An Other Place to live in simultaneously with
the present. We can imagine it, we want it,
we can discuss it -- and now we can create
it. A sustainable society here on this coastal
plain between the Yarra River and Geelong,
here on this planet Earth.
We
all live in Altona
I
don't know how many of you are familiar with
Percy Shelley, the English Romantic poet.
He was born in 1792 just after the French
Revolution, and drowned in Italy thirty years
later when Europe was beginning to industrialize.

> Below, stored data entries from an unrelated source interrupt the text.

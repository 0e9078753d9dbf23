"""chiropt.lattice.tangents: forward-mode derivatives of each operation against differences."""

from __future__ import annotations

import numpy as np
import pytest
import scipy.special

from chiropt.lattice import tangents as T

RNG = np.random.default_rng(11)


def _composite(a, b, c):
    """A chain of every supported operation; a (3,), b (2, 3), c () in any mix of types."""
    x = T.exp(0.3j * a[None, :] * b) / (1.5 + b * b)
    y = T.sqrt(2.0 + a * a) ** 3 - 1.0 / (2.0 + c)
    z = T.wofz(0.4 * a + 0.7j + 0.1 * c)
    w = T.where(np.array([True, False, False]), 1.0, a - c)
    s = T.stack([y, T.real(z), T.imag(z), w], axis=-1)                 # (3, 4)
    m = T.matmul(s, np.arange(8.0).reshape(4, 2))                     # (3, 2)
    e = T.einsum("ij,jk->ik", x, m)                                   # (2, 2)
    q = T.reshape(T.powers(0.5 * a + 0.2j * c + 0.1, 4), (5, 3))     # (5, 3)
    return T.sum(e * e + (s ** 2.5)[..., :2][:2], axis=0) + T.sum(q, axis=0)[:2]   # (2,)


@pytest.mark.parametrize("which", [0, 1, 2])
def test_every_operation_matches_central_differences(which):
    # common practice, no source: forward-mode tangents of a composite expression against
    # central differences along a random direction of one argument
    args = [RNG.uniform(0.5, 1.5, size=3), RNG.uniform(0.5, 1.5, size=(2, 3)),
            np.array(0.4)]
    direction = RNG.normal(size=args[which].shape)
    seeded = list(args)
    seeded[which] = T.Tangent(args[which], direction[None])
    out = _composite(*seeded)
    h = 1e-6
    plus = list(args)
    minus = list(args)
    plus[which] = args[which] + h * direction
    minus[which] = args[which] - h * direction
    fd = (_composite(*plus) - _composite(*minus)) / (2 * h)
    np.testing.assert_allclose(out.t[0], fd, rtol=1e-7, atol=1e-9)
    np.testing.assert_allclose(out.v, _composite(*args), rtol=1e-14)


def test_powers_are_the_running_products_of_a_loop():
    # common practice, no source: x^0..x^n as a loop p = p * x makes them (to round-off),
    # with d(x^a) = a x^(a-1) dx; x = 0 has the derivative 1 at a = 1 only
    x = np.array([0.0, 0.7 - 0.2j, -1.3 + 0.5j])
    loop, p = [], np.ones(3, complex)
    for _ in range(6):
        loop.append(p)
        p = p * x
    out = T.powers(T.Tangent(x, np.ones((1, 3))), 5)
    np.testing.assert_allclose(out.v, np.stack(loop, axis=-1), rtol=1e-15, atol=0)
    expected = np.stack([a * x ** (a - 1) if a else np.zeros(3) for a in range(6)], axis=-1)
    expected[0, 1:] = [1.0, 0, 0, 0, 0]
    np.testing.assert_allclose(out.t[0], expected, rtol=1e-14, atol=0)
    np.testing.assert_allclose(T.powers(x, 5), np.stack(loop, axis=-1), rtol=1e-15, atol=0)


def test_plain_inputs_give_plain_numpy():
    # common practice, no source: without tangents the kernel is plain numpy
    a = np.array([0.5, 1.0, 2.0])
    out = _composite(a, np.ones((2, 3)), np.array(0.4))
    assert isinstance(out, np.ndarray)
    np.testing.assert_allclose(T.wofz(a + 1j), scipy.special.wofz(a + 1j), rtol=1e-15)


def test_tangent_shape_is_checked():
    # common practice, no source: a tangent without its direction axis is refused
    with pytest.raises(ValueError):
        T.Tangent(np.ones(3), np.ones(3))
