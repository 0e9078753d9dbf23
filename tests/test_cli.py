"""The command line: JSON contract, exit codes, one-line errors."""

import json
import subprocess
import sys
from pathlib import Path

ROOT = Path(__file__).resolve().parents[1]


def _run(*args, cwd=ROOT):
    return subprocess.run([sys.executable, "-m", "chiropt.cli", *args], cwd=cwd,
                          capture_output=True, text=True, timeout=300)


def test_evaluate_json_contract(tmp_path):
    design = tmp_path / "d.yaml"
    design.write_text("lattice: {kind: hexagonal, period_nm: 380}\n"
                      "particles: [{radius_nm: 70, material: {n: 3.5}}]\n"
                      "illumination: {wavelength_nm: [600, 650, 700], polar_deg: 10}\n")
    res = _run("evaluate", str(design), "--json")
    assert res.returncode == 0, res.stderr
    data = json.loads(res.stdout)  # CONTRACT.md: one JSON object, nothing else on stdout
    assert data["wavelength_nm"] == [600.0, 650.0, 700.0]
    for q in ("R", "T", "A"):
        assert set(data[q]) == {"+1", "-1"}
        assert len(data[q]["+1"]) == 3
    # lossless particles: A = 0 within the energy-conservation accuracy (PHYSICS.md §2)
    assert max(abs(a) for a in data["A"]["+1"] + data["A"]["-1"]) < 1e-9


def test_evaluate_writes_plot(tmp_path):
    res = _run("evaluate", "configs/quickstart-design.yaml", "--out", str(tmp_path))
    assert res.returncode == 0, res.stderr
    assert (tmp_path / "quickstart-design-spectrum.png").stat().st_size > 10_000
    assert "lambda (nm)" in res.stdout


def test_invalid_input_one_line_exit_2(tmp_path):
    design = tmp_path / "d.yaml"
    design.write_text("lattice: {kind: square, period_nm: 300}\n"
                      "particles: [{radius_nm: 200, material: Si}]\n"
                      "illumination: {wavelength_nm: 700}\n")
    res = _run("evaluate", str(design), "--json")
    assert res.returncode == 2
    lines = res.stderr.strip().splitlines()
    assert len(lines) == 1 and "particles[0].radius_nm" in lines[0]
    assert "Traceback" not in res.stderr
    assert res.stdout == ""
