@pytest.mark.skipif(not sys.platform.startswith("linux"), reason="glibc mallopt")
def test_workers_reuse_freed_memory():
    # mallopt(3), Linux man-pages: with M_MMAP_THRESHOLD raised, a freed large block is
    # reused by the next allocation of the same size instead of a fresh mmap
    from chiropt.search.executor import ProcessExecutor
    with ProcessExecutor(1) as ex:
        assert ex.map(_large_arrays_stay_in_the_heap, [0])[0]


def _frozen_objects(_):
    import gc
    return gc.get_freeze_count()


def test_workers_keep_their_loaded_modules_out_of_the_garbage_collector():
    # Python documentation (gc.freeze): objects alive after the worker's set-up are moved
    # to the permanent generation, which full collections do not walk
    from chiropt.search.executor import ProcessExecutor
    with ProcessExecutor(1) as ex:
        assert ex.map(_frozen_objects, [0])[0] > 10_000
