"""(s, p) channel projections of the order plane waves against the 3-vector forms."""

import numpy as np
import pytest

from chiropt.sphericalwaves import (
    channel_modes,
    down_parity,
    emission_vectors,
    order_projections,
    planewave_coefficients,
)
from chiropt.planewaves import order_basis


def _orders():
    # propagating and evanescent in-plane wavevectors, including q = 0 (k = 1)
    rng = np.random.default_rng(3)
    q = np.concatenate([np.zeros((1, 2)), rng.normal(size=(12, 2)) * 2.5], axis=0)
    qq = np.sum(q ** 2, axis=-1)
    kz = np.sqrt(1.0 - qq + 0j)
    kz = np.where(np.imag(kz) < 0, -kz, kz)
    return order_basis(q, kz, np.ones_like(qq), 0.3)


@pytest.mark.parametrize("lmax", [1, 2, 4])
@pytest.mark.parametrize("direction", [0, 1])
def test_channel_modes_equal_vector_forms(lmax, direction):
    # identity of sphericalwaves.channel_modes (k x s = -p, k x p = s; parity of Y_lm,
    # DLMF 14.7.17):
    # projections of emission_vectors / planewave_coefficients on s and p
    s, pu, pd, ku, kd = _orders()
    P = order_projections(ku, s, pu, lmax)
    u, p = (ku, pu) if direction == 0 else (kd, pd)
    if direction == 1:
        P = P * down_parity(lmax)
    emit, recv = channel_modes(P, "emit", lmax), channel_modes(P, "receive", lmax)
    ev = emission_vectors(u, lmax)
    for c, v in enumerate((s + 0j, p)):
        ref_e = np.einsum("gud,gd->gu", ev, v)
        ref_r = planewave_coefficients(u, v, lmax)
        assert np.allclose(emit[:, c], ref_e, rtol=0, atol=1e-12 * np.abs(ref_e).max())
        assert np.allclose(recv[:, c], ref_r, rtol=0, atol=1e-12 * np.abs(ref_r).max())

(Faraday was experimenting with that hitherto
unimaginable contraption called an electric
motor, for example.)
In
Shelley's life time the great collective dreams
were liberalism and nationalism, the social forces
that freed much of Europe from despotism, and created
the nation state as we know it now. It was the Greeks
who were fighting for independence when Shelley
was around, and their struggles captured the imagination
of young people right across Europe. People like
Byron and Victor Hugo, and of course, young Shelley
himself. And it was Shelley who articulated what
so many people around the western world were feeling:
'We are all Greeks' he said. Over a century later,
at the height of the Cold War, John F. Kennedy expressed
similar sentiments: Ich bin ein Berliner, Kennedy
said -- I am a citizen of Berlin - with a nod to
the Roman orator, Cicero.
Well,
I'm no Byron or Shelley, Cicero or Kennedy, but
to me, what you people are doing here is very important
for us all. Sustainability is THE issue for the
twenty first century. We need you to make this future
you are beginning to imagine, that we're all beginning
to imagine -- we need you to make it real. The future
of us all depends on it. Because, in the most deeply
and globally poetic sense, we are all of us now,
citizens of this bioregion. We, all of us, live
in Altona. We are all Altonans.
First
published on-line 1995. Re-published 2003. Modified
26 July 2004. Revised 8 August, 2007.